President: Laura Carter | Vice-President: Josie McNaught
AWLA launched its promotion of women to partnership and online tracker.
AWLA submitted on the Contraception, Sterilisation, and Abortion (Safe Areas) Amendment Bill.
During a parliamentary committee considering the Abortion Legislation Act 2020 on 10 March 2020, ACT Party leader David Seymour successfully moved an amendment deleting the definition of “safe zones” from the legislation while voting for the proposal to remove the regulatory power to create safe areas. The Abortion Legislation Act subsequently passed into law with Seymour’s amendment on 18 March 2020, and received royal assent that same month.
In response to the scrapping of the safe area provisions, Labour MP Louisa Wall entered the Contraception, Sterilisation, and Abortion (Safe Areas) Amendment Bill (Safe Areas Bill), proposing their restoration, into the member’s bill ballot. The bill was drawn from the ballot on 28 July 2020. The Safe Areas Bill was drafted in line with the recommendations that were made by the Abortion Legislation Committee when it considered the safe area provisions in the Abortion Legislation Act.
Karlene O’Halloran and Erica Burke, on behalf of AWLA, drafted, wrote and delivered oral submissions to the Parliamentary Select Committee on the Safe Areas Bill submitting that safe areas around abortion care facilities should be automatic. The Safe Areas Bill provided that the Minister of Health could recommend the making of regulations establishing a safe area was necessary and could be demonstrably justified as a reasonable limitation on people’s rights and freedoms.
AWLA submitted that this would render safe areas reactive, rather than proactive. It required that abortion providers must prove that the safe area is necessary and justified before the security was granted. The effect of this meant that providers and patients would suffer actual harassment, intimidation or injury before they could apply to the Minister for a safe area, in order to demonstrate that there is a “necessity” for the safe area to be imposed. This system created a two-fold problem. It would deter pregnant people from seeking abortion care and practitioners from providing abortion care.
AWLA argued that the automatic establishment of safe areas around abortion facilities is required to ensure the safety, dignity and privacy of pregnant people seeking abortion care and does not threaten a person’s freedom of speech or expression. The automatic establishment of safe areas around abortion facilities would not prevent anti-choice activists from exercising their right to protest; it would only prevent them from doing so in certain places.
“Prohibited behaviour” under section 13A(3) of the Safe Areas Bill was defined as “intimidating, interfering with, or obstructing a protected person with the intention or frustrating the purpose for which the protected person is in the safe area; or in a manner that an ordinary person would know would cause emotional distress to a protected person.” It was submitted that it was wrong for the section to require the patient or provider to prove the intention of the person contravening the section or prove their emotional distress. The Harassment Act 1997 does not have a requirement to prove the intention of the harasser. Harassment can be found simply when a person does a specified act on at least two separate occasions within a period of 12 months. It was unclear to AWLA why Parliament would impose a higher legal test on someone being harassed while seeking health care, than someone seeking protection under the Harassment Act.

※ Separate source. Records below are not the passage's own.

"""``sigmatrack plan``: the offline minimum-time profile as a profile CSV, end to end on the
demo site file (the optimiser itself is tested in ``tests/controller/test_optimal_profile.py``).
"""

from __future__ import annotations

import csv

import numpy as np
import pytest

from sensor.shell.cli import main
from sensor.shell.labdata import PROFILE_COLUMNS
from tests.conftest import DEMO_SITE

ARGS = ["plan", "--config", str(DEMO_SITE), "--start-c", "53", "--saturation-c", "55.2"]


def _rows(path):
    with path.open(encoding="utf-8") as stream:
        lines = [line for line in stream if not line.startswith("#")]
    return list(csv.DictReader(lines))


def test_the_plan_is_a_profile_csv_under_the_guards_limits(tmp_path, capsys):
    out = tmp_path / "profile.csv"
    assert main([*ARGS, "--sigma-max", "0.09", "--out", str(out)]) == 0
    text = out.read_text(encoding="utf-8")
    assert "Advisory reference profile" in text
    rows = _rows(out)
    assert tuple(rows[0]) == PROFILE_COLUMNS
    time_min = np.array([float(r["time_min"]) for r in rows])
    temp_c = np.array([float(r["temp_c"]) for r in rows])
    rate = np.array([float(r["cooling_rate_k_per_min"]) for r in rows])
    assert time_min[0] == 0.0
    assert temp_c[0] == pytest.approx(53.0)
    assert temp_c[-1] == pytest.approx(10.0)  # guard.final_temp_c
    assert np.all(np.diff(time_min) > 0.0)
    assert np.all(np.diff(temp_c) <= 0.0)
    assert rate.max() <= 1.0 + 1e-4  # guard.max_cooling_rate_k_per_min, to the CSV's digits
    assert rate[-1] == 0.0
    # the rate column is the slope to the next row (to the CSV's rounding)
    slopes = -np.diff(temp_c) / np.diff(time_min)
    np.testing.assert_allclose(rate[:-1], slopes, atol=2e-3)
    assert "shortest linear ramp" in capsys.readouterr().err


def test_a_cap_below_the_seed_point_is_refused_on_one_line(tmp_path, capsys):
    assert main([*ARGS, "--sigma-max", "0.02", "--out", str(tmp_path / "p.csv")]) == 2
    err = capsys.readouterr().err
    assert err.startswith("sigmatrack: error:")
    assert "no plan" in err
    assert len(err.strip().splitlines()) == 1
    assert not (tmp_path / "p.csv").exists()


def test_an_unknown_unit_is_refused(capsys):
    assert main([*ARGS, "--unit", "CR-999"]) == 2
    assert "no unit 'CR-999'" in capsys.readouterr().err


def test_help(capsys):
    with pytest.raises(SystemExit) as stop:
        main(["plan", "--help"])
    assert stop.value.code == 0
    assert "--sigma-max" in capsys.readouterr().out
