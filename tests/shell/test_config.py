"""The site file: the demo loads, every key is documented, and bad files are refused with the
file and the key named."""

from __future__ import annotations

import dataclasses
import re
import typing
from pathlib import Path

import pytest

from sensor.errors import SiteConfigError
from sensor.shell.config import SiteConfig, TagRef, load_site_file, parse_site
from tests.conftest import DEMO_SITE

DEMO_TEXT = DEMO_SITE.read_text(encoding="utf-8")


def _parse(text: str) -> SiteConfig:
    return parse_site(text, DEMO_SITE)


def _edit(old: str, new: str) -> str:
    assert DEMO_TEXT.count(old) == 1, f"the demo site file should hold {old!r} once"
    return DEMO_TEXT.replace(old, new)


def test_demo_site_loads():
    site = load_site_file(DEMO_SITE)
    assert site.path == DEMO_SITE.resolve()
    assert len(site.sha256) == 64
    unit = site.unit[0]
    assert unit.id == "CR-301"
    assert site.solubility.data == (DEMO_SITE.parent / "demo-solubility.csv").resolve()
    assert unit.tags["temp"].node_id(site.opcua.node_id_format) == "ns=2;s=CR301.TT3011.PV"
    assert unit.phase_values["controlled-cooling"] == 6
    assert site.guard.setpoint_range_c == (0.0, 80.0)


def _schema_classes(cls, seen=None):
    seen = set() if seen is None else seen
    if cls in seen:
        return seen
    seen.add(cls)
    for hint in typing.get_type_hints(cls).values():
        for candidate in (hint, *typing.get_args(hint)):
            for inner in (candidate, *typing.get_args(candidate)):
                if dataclasses.is_dataclass(inner):
                    _schema_classes(inner, seen)
    return seen


@pytest.mark.parametrize(
    "cls",
    sorted(_schema_classes(SiteConfig) | {TagRef}, key=lambda c: c.__name__),
    ids=lambda c: c.__name__,
)
def test_every_key_is_documented_in_the_demo_site_file(cls):
    # Keeps config/demo-site.toml (the commented reference) in step with the schema.
    for f in dataclasses.fields(cls):
        if not f.init:
            continue
        as_key = re.search(rf"(^|[\s{{#]){re.escape(f.name)}\s*=", DEMO_TEXT, re.MULTILINE)
        as_table = re.search(rf"\[\[?([\w.]+\.)?{re.escape(f.name)}\]\]?", DEMO_TEXT)
        assert as_key or as_table, f"{cls.__name__}.{f.name} is not documented in {DEMO_SITE.name}"


@pytest.mark.parametrize(
    ("old", "new", "message"),
    [
        (
            'id = "CR-301"',
            'id = "CR-301"\nsolvent_mass = 3.0',
            r"unit\[0\]\.solvent_mass: unknown key \(did you mean 'solvent_mass_kg'\?\)",
        ),
        ("solvent_mass_kg = 1600.0", "", r"unit\[0\]\.solvent_mass_kg: missing"),
        (
            "solvent_mass_kg = 1600.0",
            "solvent_mass_kg = -5.0",
            r"unit\[0\]\.solvent_mass_kg: must be positive; got -5.0",
        ),
        (
            "solvent_mass_kg = 1600.0",
            'solvent_mass_kg = "1600"',
            r"unit\[0\]\.solvent_mass_kg: must be a number; got a string",
        ),
        (
            "solvent_mass_kg = 1600.0",
            "solvent_mass_kg = nan",
            r"unit\[0\]\.solvent_mass_kg: must be a finite number",
        ),
        (
            'kind = "ukf"',
            'kind = "kalman"',
            r"filter\.kind: must be one of 'ukf', 'ekf'; got 'kalman'",
        ),
        (
            "final_temp_c = 10.0                       # never propose",
            "final_temp_c = 95.0                       # never propose",
            r"guard\.final_temp_c: must lie inside setpoint_range_c",
        ),
        (
            "setpoint_range_c = [0.0, 80.0]",
            "setpoint_range_c = [80.0, 0.0]",
            r"guard\.setpoint_range_c: must be \[low, high\]",
        ),
        (
            'proposal_phases = ["controlled-cooling"]',
            'proposal_phases = ["cooling"]',
            r"guard\.proposal_phases\[0\]: unknown phase 'cooling'",
        ),
        (
            'temp = "CR301.TT3011.PV"',
            "",
            r"unit\[0\]\.tags\.temp: missing \(this signal is required\)",
        ),
        (
            'temp = "CR301.TT3011.PV"',
            'temp = "CR301.TT3011.PV"\npressure = "CR301.PT1"',
            r"unit\[0\]\.tags\.pressure: unknown signal",
        ),
        ('temp = "CR301.TT3011.PV"', "temp = 7", r"unit\[0\]\.tags\.temp: must be a tag name"),
        (
            "seed-hold = 5",
            "seed-hold = 4",
            r"unit\[0\]\.phase_values: two phases share one DCS value",
        ),
        ("write_to_dcs = false", "write_to_dcs = true", None),
        (
            'node_id_format = "ns=2;s={tag}"',
            'node_id_format = "ns=2;s=X"',
            r"opcua\.node_id_format: must contain \{tag\}",
        ),
        (
            'security_policy = "none"',
            'security_policy = "Basic256Sha256"',
            r"opcua\.security_mode: security_policy and security_mode",
        ),
        (
            '# username = "advisor"',
            'password = "hunter2"',
            r"opcua\.password: secrets do not belong in the site file",
        ),
        (
            "volume_shape_factor = 0.45",
            "volume_shape_factor = 0.9",
            r"compound\.volume_shape_factor: cannot exceed pi/6",
        ),
        (
            "molar_mass_g_per_mol = 286.3",
            "",
            r"compound\.molar_mass_g_per_mol: give both molar masses",
        ),
        (
            'method = "nyvlt"',
            'method = "fixed-width"',
            r"metastable\.fixed_width_k: needed when method = 'fixed-width'",
        ),
        ("[site]", "[site\n", r"demo-site\.toml: not valid TOML"),
        ("port = 8730 ", "port = 70000 ", r"live\.port: must be between 0 and 65535; got 70000"),
        ("trend_hours = 4.0 ", "trend_hours = 48.0 ", r"live\.trend_hours: must be between"),
        (
            'host = "127.0.0.1"                        # optional, "127.0.0.1"',
            'host = "0.0.0.0"\nusers_file = "users"  #',
            r"live\.host: '0\.0\.0\.0' is reachable from other machines and users_file lets "
            r"people log in: give certificate and private_key \(HTTPS\)",
        ),
        (
            'host = "127.0.0.1"                        # optional, "127.0.0.1"',
            'host = "0.0.0.0"\nusers_file = "users"\ncertificate = "c.pem"\nprivate_key = "k.pem"#',
            None,
        ),
        (
            'host = "127.0.0.1"                        # optional, "127.0.0.1"',
            'host = ""  #',
            r"live\.host: must name an address",
        ),
        (
            "port = 8730 ",
            'certificate = "c.pem"\nport = 8730 ',
            r"live\.certificate: certificate and private_key go together",
        ),
    ],
)
def test_bad_site_files_are_refused(old, new, message):
    text = _edit(old, new)
    if message is None:  # a valid change
        _parse(text)
        return
    with pytest.raises(SiteConfigError, match=message) as caught:
        _parse(text)
    assert str(caught.value).startswith(str(DEMO_SITE))


def test_write_to_dcs_needs_the_write_tags():
    text = _edit("write_to_dcs = false", "write_to_dcs = true")
    text = text.replace('heartbeat = "CR301.ADVISOR_HEARTBEAT"', "")
    with pytest.raises(
        SiteConfigError, match=r"unit\[0\]\.tags\.heartbeat: needed when opcua\.write_to_dcs = true"
    ):
        _parse(text)


def test_duplicate_unit_ids_refused():
    unit_block = DEMO_TEXT[DEMO_TEXT.index("[[unit]]") :]
    with pytest.raises(SiteConfigError, match=r"unit\[1\]\.id: 'CR-301' is used by two units"):
        _parse(DEMO_TEXT + "\n" + unit_block)


def test_tag_with_explicit_node_id():
    text = _edit(
        'temp = "CR301.TT3011.PV"', 'temp = { name = "CR301.TT3011.PV", node = "ns=3;i=1042" }'
    )
    site = _parse(text)
    assert site.unit[0].tags["temp"].node_id(site.opcua.node_id_format) == "ns=3;i=1042"


def test_unreadable_file(tmp_path: Path):
    with pytest.raises(SiteConfigError, match=r"missing\.toml: cannot be read"):
        load_site_file(tmp_path / "missing.toml")
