"""``sigmatrack replay`` end to end on historian files written from synthetic batches: the JSON
summary, the estimates CSV, and a bad file that is reported while the others go on."""

from __future__ import annotations

import csv
import json
import subprocess
import sys

import numpy as np
import pytest

from sensor.shell.cli import main
from sensor.shell.replay import ESTIMATE_COLUMNS
from tests.conftest import DEMO_SITE
from tests.synthetic import cooling_batch, demo_setup, demo_site_and_zone, with_faults
from tests.synthetic import write_historian_csv as write_csv


@pytest.fixture(scope="module")
def batch_files(tmp_path_factory):
    rng = np.random.default_rng(7)
    site, _ = demo_site_and_zone()
    setup = demo_setup()
    folder = tmp_path_factory.mktemp("replay")
    files = []
    for i in range(2):
        batch = cooling_batch(setup, rng, hours=0.5, bias=0.002, start_temp_c=51.0, seed_at_s=300.0)
        path = folder / f"batch{i}.csv"
        write_csv(path, with_faults(batch.samples, rng), site.unit[0], batch_id=f"B{i}")
        files.append(path)
    return files


def test_json_summary_and_estimates(batch_files, tmp_path, capsys):
    out = tmp_path / "estimates.csv"
    status = main(
        ["replay", *map(str, batch_files), "--config", str(DEMO_SITE), "--json", "--estimates",
         str(out)]
    )  # fmt: skip
    assert status == 0
    summaries = json.loads(capsys.readouterr().out)
    assert [s["batch"] for s in summaries] == ["B0", "B1"]
    for s in summaries:
        for key in ("samples", "rejected", "peak_sigma", "time_above_limit_s", "final_yield"):
            assert key in s
        assert s["samples"] == 1800
        assert s["rejected"] > 10  # the faults
        assert s["rejected_by_reason"]["spike"] >= 1
        assert s["error"] is None
        assert 0.0 < s["peak_sigma"] < 0.5
    with out.open(encoding="utf-8") as stream:
        rows = list(csv.DictReader(stream))
    assert tuple(rows[0]) == ESTIMATE_COLUMNS
    assert len(rows) == 3600
    assert {r["batch"] for r in rows} == {"B0", "B1"}
    started = [r for r in rows if r["started"] == "1"]
    assert float(started[-1]["sigma_std"]) > 0.0
    assert {r["conc_reason"] for r in rows} >= {"accepted", "missing", "spike", "bad-quality"}


def test_bad_file_is_reported_and_the_others_go_on(batch_files, tmp_path, capsys):
    bad = tmp_path / "bad.csv"
    lines = batch_files[0].read_text(encoding="utf-8").splitlines()
    lines[10] = lines[9]  # a repeated timestamp
    bad.write_text("\n".join(lines) + "\n", encoding="utf-8")
    status = main(["replay", str(bad), str(batch_files[1]), "--config", str(DEMO_SITE), "--json"])
    captured = capsys.readouterr()
    assert status == 2
    assert f"sigmatrack: error: {bad}, line 11: timestamp" in captured.err
    assert "repeats the one on line 10" in captured.err
    assert [s["batch"] for s in json.loads(captured.out)] == ["B1"]


def test_table_output_says_it_only_advises(batch_files, capsys):
    assert main(["replay", str(batch_files[0]), "--config", str(DEMO_SITE)]) == 0
    out = capsys.readouterr().out
    assert "peak_sigma" in out
    assert "the DCS keeps control" in out


def test_help():
    done = subprocess.run(
        [sys.executable, "-m", "sensor.shell.cli", "replay", "--help"],
        capture_output=True,
        text=True,
        timeout=120,
        check=False,
    )
    assert done.returncode == 0
    assert "--estimates" in done.stdout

AWLA suggested the Safe Areas Bill be amended to align with comparable jurisdictions where the legal framework for safe areas is built around public health policy, rather than arguments round freedom of expression. It was submitted that the proposed regulatory framework provided no obvious benefit to people accessing or providing abortion services. Legislation that prioritised the opinions of others, to any extent, over those of pregnant people seeking health care, is inherently detrimental to the advancement and position of pregnant people, women and children within society.
The Safe Areas Bill passed its third reading on 16 March 2022 and received royal assent on 18 March. The requirement to demonstrate the intent of the harasser was removed from the final version of the Safe Areas Bill. However, safe areas are not automatically created around any premises and providers have to apply for one to be established to the Governor-General, by Order in Council, on the recommendation of the Minister of Health, in consultation with the Minister of Justice.
AWLA also submitted on the Harmful Digital Communications (Unauthorised Posting of Intimate Visual Recording) Amendment Bill, arguing that the Harmful Digital Communications Act 2015 was the appropriate legislative framework for addressing the issue of the publication of digital communications of intimate visual recordings online to provide victims with relatively streamlined and expeditious access to the courts for prompt determination.
Hon. Justice Melanie Harland spoke at the annual President’s function.
AWLA wrote to the Chief District Court Judge requesting policy be implemented to all courts to allow breastfeeding, and to consider actions which could be taken to improve the ability and minimise obstacles for children to attend court.
A seminar on building careers through confidence, rōia wāhine panel, and a meet the District Court judges panel were held.
Ranjna Patel ONZM QSM JP presented at the annual Dame Silvia Cartwright lecture.